- **Exercise**
Print nothing but the lines below starting at the line that holds "this.name = 'NetError';" and ending at the line that holds "number; steps: number;", including both, each exactly as written.

- **Listed records**
● ● ● ●
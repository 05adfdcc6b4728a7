// Errors the engine raises. Each carries data enough for the application to word one line per problem.

export interface NetProblem {
  /** Key path in the scenario, e.g. `route[2]` or `receiver`, or the item's name. */
  path: string;
  message: string;
}

/** The net cannot be simulated as described (for example an ideal source shorted by a zero-ohm part). */
export class NetError extends Error {
  constructor(readonly problems: NetProblem[]) {
    super(problems.map((p) => `${p.path}: ${p.message}`).join('\n'));
    this.name = 'NetError';
  }
}

/**
 * One size limit a run would exceed, with what would fit. `fit` holds values that would run with
 * everything else unchanged; a field is absent when no such value exists.
 */
export type Overrun =
  | { limit: 'nodes'; needed: number; allowed: number; fit: { cellsPerRise?: number } }
  | { limit: 'cellSteps'; needed: number; allowed: number; steps: number; nodes: number; fit: { duration?: number; cellsPerRise?: number } }
  | { limit: 'recordBytes'; needed: number; allowed: number; probes: number; samples: number; fit: { sample?: number; probes?: number } }
  | { limit: 'lumpedSize'; needed: number; allowed: number; fit: Record<string, never> }
  | { limit: 'fftPoints'; needed: number; allowed: number; samples: number; fit: { samples?: number } }
  | { limit: 'frequencyPoints'; needed: number; allowed: number; fit: { points?: number } };

/** Plain English for an overrun, for library users who print `message`; the CLI words them itself (src/). */
function describe(o: Overrun): string {
  switch (o.limit) {
    case 'nodes':
      return `the net needs ${o.needed} nodes (limit ${o.allowed})`;
    case 'cellSteps':
      return `${o.steps} steps × ${o.nodes} nodes = ${o.needed.toExponential(2)} cell-steps (limit ${o.allowed.toExponential(2)})`;
    case 'recordBytes':
      return `probe records need ${(o.needed / 1024 ** 2).toFixed(0)} MiB (limit ${(o.allowed / 1024 ** 2).toFixed(0)} MiB)`;
    case 'lumpedSize':
      return `a cluster of lumped parts needs a ${o.needed}-unknown matrix (limit ${o.allowed})`;
    case 'fftPoints':
      return `${o.samples} samples need an FFT of ${o.needed} points (limit ${o.allowed})`;
    case 'frequencyPoints':
      return `${o.needed} frequency points (limit ${o.allowed})`;
  }
}

/**
 * The run would exceed size limits (`over` lists each); `force` overrides them. `context` names what
 * was refused when it is not a plain run (a sweep point, the spectral cross-check).
 */
export class RunRefused extends Error {
  constructor(
    readonly over: Overrun[],
    readonly context?: string,
  ) {
    super(`${context ? `${context}: ` : ''}run refused before starting: ${over.map(describe).join('; ')}`);
    this.name = 'RunRefused';
  }
}

/**
 * The time loop met a non-finite value or a runaway growth and stopped: at time `time` (s), at
 * `where` (a probe or node), with the value seen and the likely cause.
 */
export class RunDiverged extends NetError {
  constructor(
    readonly time: number,
    readonly where: string,
    readonly value: number,
    readonly likelyCause: string,
  ) {
    super([{ path: where, message: `the simulation stopped at t = ${time.toExponential(3)} s: ${value} V at ${where}; ${likelyCause}` }]);
    this.name = 'RunDiverged';
  }
}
● ● ● ●
- **Solution for this task**
    this.name = 'NetError';
  }
}

/**
 * One size limit a run would exceed, with what would fit. `fit` holds values that would run with
 * everything else unchanged; a field is absent when no such value exists.
 */
export type Overrun =
  | { limit: 'nodes'; needed: number; allowed: number; fit: { cellsPerRise?: number } }
  | { limit: 'cellSteps'; needed: number; allowed: number; steps: number; nodes: number; fit: { duration?: number; cellsPerRise?: number } }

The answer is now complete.